• [Required action]:
Transcribe the material from its first line onward, ending with the line that contains "and in-app notices." and adding nothing beyond it.

• [Records]:
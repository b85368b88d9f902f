// Runs: their frozen inputs, shard results (keyed by run, attempt and shard so that a shard
// delivered twice is written once), merged results, the shown replicate's patch states in
// compressed chunks of steps, and in-app notices.
import { DataTypes, type QueryInterface } from 'sequelize';

const timestamps = {
  created_at: { type: DataTypes.DATE, allowNull: false, defaultValue: DataTypes.NOW },
  updated_at: { type: DataTypes.DATE, allowNull: false, defaultValue: DataTypes.NOW },
};

const runRef = { type: DataTypes.INTEGER, allowNull: false, references: { model: 'runs', key: 'id' }, onDelete: 'CASCADE' };

export async function up({ context: qi }: { context: QueryInterface }): Promise<void> {
  await qi.createTable('runs', {
    id: { type: DataTypes.INTEGER, autoIncrement: true, primaryKey: true },
    team_id: { type: DataTypes.INTEGER, allowNull: false, references: { model: 'teams', key: 'id' }, onDelete: 'CASCADE' },
    study_area_id: { type: DataTypes.INTEGER, allowNull: false, references: { model: 'study_areas', key: 'id' }, onDelete: 'CASCADE' },
    scenario_id: { type: DataTypes.INTEGER, allowNull: true, references: { model: 'scenarios', key: 'id' }, onDelete: 'SET NULL' },
    created_by: { type: DataTypes.INTEGER, allowNull: true, references: { model: 'users', key: 'id' }, onDelete: 'SET NULL' },
    status: { type: DataTypes.TEXT, allowNull: false },
    steps: { type: DataTypes.INTEGER, allowNull: false },
    years_per_step: { type: DataTypes.DOUBLE, allowNull: false },
    replicates: { type: DataTypes.INTEGER, allowNull: false },
    seed: { type: DataTypes.TEXT, allowNull: false },
    shown_replicate: { type: DataTypes.INTEGER, allowNull: false, defaultValue: 0 },
    fingerprint: { type: DataTypes.TEXT, allowNull: false },
    inputs_summary: { type: DataTypes.JSONB, allowNull: false },
    shards_per_replicate: { type: DataTypes.INTEGER, allowNull: false },
    shard_count: { type: DataTypes.INTEGER, allowNull: false },
    shards_done: { type: DataTypes.INTEGER, allowNull: false, defaultValue: 0 },
    /** Incremented by retry; shard rows and jobs of older attempts are ignored. */
    attempt: { type: DataTypes.INTEGER, allowNull: false, defaultValue: 1 },
    error: { type: DataTypes.TEXT, allowNull: true },
    started_at: { type: DataTypes.DATE, allowNull: true },
    finished_at: { type: DataTypes.DATE, allowNull: true },
    ...timestamps,
  });
  await qi.addIndex('runs', ['study_area_id', 'created_at']);
  await qi.addIndex('runs', ['team_id', 'status']);
  await qi.sequelize.query(`ALTER TABLE runs ADD CONSTRAINT runs_status_check CHECK (status IN ('queued', 'running', 'merging', 'succeeded', 'failed', 'cancelled'))`);

  await qi.createTable('run_inputs', {
    run_id: { ...runRef, primaryKey: true },
    /** Grid spec, states, phases with matrices and the start-cover description (canonical JSON). */
    spec: { type: DataTypes.JSONB, allowNull: false },
    /** Float32Array bytes: area of each patch (m²). */
    patch_areas: { type: DataTypes.BLOB, allowNull: false },
    /** Uint8Array bytes: state of each patch at step 0. */
    start_states: { type: DataTypes.BLOB, allowNull: false },
    ...timestamps,
  });

  await qi.createTable('run_shards', {
    run_id: { ...runRef, primaryKey: true },
    attempt: { type: DataTypes.INTEGER, primaryKey: true },
    shard_index: { type: DataTypes.INTEGER, primaryKey: true },
    replicate: { type: DataTypes.INTEGER, allowNull: false },
    patch_start: { type: DataTypes.INTEGER, allowNull: false },
    patch_end: { type: DataTypes.INTEGER, allowNull: false },
    /** Float64Array bytes of the kernel's ShardResult.counts and .areaByBlock. */
    counts: { type: DataTypes.BLOB, allowNull: false },
    area_by_block: { type: DataTypes.BLOB, allowNull: false },
    ...timestamps,
  });

  await qi.createTable('run_shard_frames', {
    run_id: { ...runRef, primaryKey: true },
    attempt: { type: DataTypes.INTEGER, primaryKey: true },
    shard_index: { type: DataTypes.INTEGER, primaryKey: true },
    chunk_index: { type: DataTypes.INTEGER, primaryKey: true },
    /** Deflated states of the shard's patches for the chunk's steps, step-major. */
    bytes: { type: DataTypes.BLOB, allowNull: false },
  });

  await qi.createTable('run_results', {
    run_id: { ...runRef, primaryKey: true },
    /** Float64Array bytes: area (m²) per [replicate][step][state]. */
    area: { type: DataTypes.BLOB, allowNull: false },
    /** Float64Array bytes: patch counts, same layout. */
    counts: { type: DataTypes.BLOB, allowNull: false },
    /** The per-step summary as answered by GET /runs/:id/summary. */
    summary: { type: DataTypes.JSONB, allowNull: false },
    ...timestamps,
  });

  await qi.createTable('run_frames', {
    run_id: { ...runRef, primaryKey: true },
    chunk_index: { type: DataTypes.INTEGER, primaryKey: true },
    /** Deflated states of every patch of the shown replicate for FRAME_CHUNK_STEPS steps, step-major. */
    bytes: { type: DataTypes.BLOB, allowNull: false },
  });

  await qi.createTable('notices', {
    id: { type: DataTypes.INTEGER, autoIncrement: true, primaryKey: true },
    user_id: { type: DataTypes.INTEGER, allowNull: false, references: { model: 'users', key: 'id' }, onDelete: 'CASCADE' },
    run_id: { type: DataTypes.INTEGER, allowNull: true, references: { model: 'runs', key: 'id' }, onDelete: 'CASCADE' },
    message: { type: DataTypes.TEXT, allowNull: false },
    link: { type: DataTypes.TEXT, allowNull: true },
    read_at: { type: DataTypes.DATE, allowNull: true },
    ...timestamps,
  });
  await qi.addIndex('notices', ['user_id', 'created_at']);
}

export async function down({ context: qi }: { context: QueryInterface }): Promise<void> {
  for (const table of ['notices', 'run_frames', 'run_results', 'run_shard_frames', 'run_shards', 'run_inputs', 'runs']) await qi.dropTable(table);
}
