import { ScenarioListScreen } from '@/features/scenarios/ScenarioListScreen';

export default ScenarioListScreen;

• [Solution]:
repository b85368b88d9f902f
// Runs: their frozen inputs, shard results (keyed by run, attempt and shard so that a shard
// delivered twice is written once), merged results, the shown replicate's patch states in
// compressed chunks of steps, and in-app notices.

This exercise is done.